Truth 3: The new normal is overwhelming.
A lot of times, the “new normal” we keep mentioning seems to be a nice way of saying we feel totally overwhelmed. We’ve talked to a lot of people who are feeling stressed about something seemingly tiny, and they say something like, “I don’t know why I’m freaking out about this.” Our response to these people is: We know why! It’s because we are living in confusing times and sometimes one more confusing or complicated thing tips the scale.
We are working where we live and living where we work. We are homeschooling our kids. We are navigating how to manage and communicate what we are and are not comfortable with. We are trying to make decisions for an unpredictable future. We are making plans with the assumption that things won’t go as planned. It’s a lot.
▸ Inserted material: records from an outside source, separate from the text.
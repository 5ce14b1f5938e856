import { setResponseStatus } from 'h3'
import { recipeVersionBody } from '../../../../shared/api/archive'
import { idParam } from '../../../utils/params'
import { addVersion } from '../../../utils/recipes/recipes'
import { defineRoute } from '../../../utils/route'

export default defineRoute({ access: 'club.read', body: recipeVersionBody }, async ({ event, actor, body }) => {
  const answer = await addVersion(actor, idParam(event, 'id'), body)
  setResponseStatus(event, 201)
  return answer
})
And everyone is experiencing it in their own way.
Truth 4: Giving yourself grace isn’t easy.
First, let’s start with a perfect example:
How it started: We were really enthusiastic and determined to write and publish this blog in December.
How it’s going: After five months on our to-do list, we wrote it! It got done and we can check it off the procrastination-makes-us-feel-guilty list. **Sigh of relief**
The point is this: You WILL get done what you need to get accomplished. Right now, it’s just hard to find motivation and although it may feel like we should have all the time in the world, we don’t. We are human beings and we are all doing the best we can to just. make. it. through. Whatever that looks like is okay. If you got out of bed this morning, go you! If you showered, high five! If you finished your project 30 minutes after you planned to, well, you got it done!
Giving yourself grace, particularly when you have our personality types, is hard. You have feelings of being less-than, a procrastinator, or a loser. YOU’RE NOT. Stop with the negative self-talk and replace it with self-love. You’re still here and you’re getting through it. And we are doing it together. We are all in the same boat, and it’s okay to put your paddle down and let others do the rowing for a bit.
The future
This year has been bananas (Did someone say banana bread? Yes, we’ve already made it. Seven times.). No one would have guessed we would be living through a pandemic, but here we are.
Maybe life will feel more normal soon. Whatever the future holds, we realize what we learned about ourselves over the last year is invaluable. We are resilient and strong. We learned to appreciate the small stuff and find joy in the simplest experiences. And when we get released back into the “wild” someday, maybe this was exactly the reset we needed.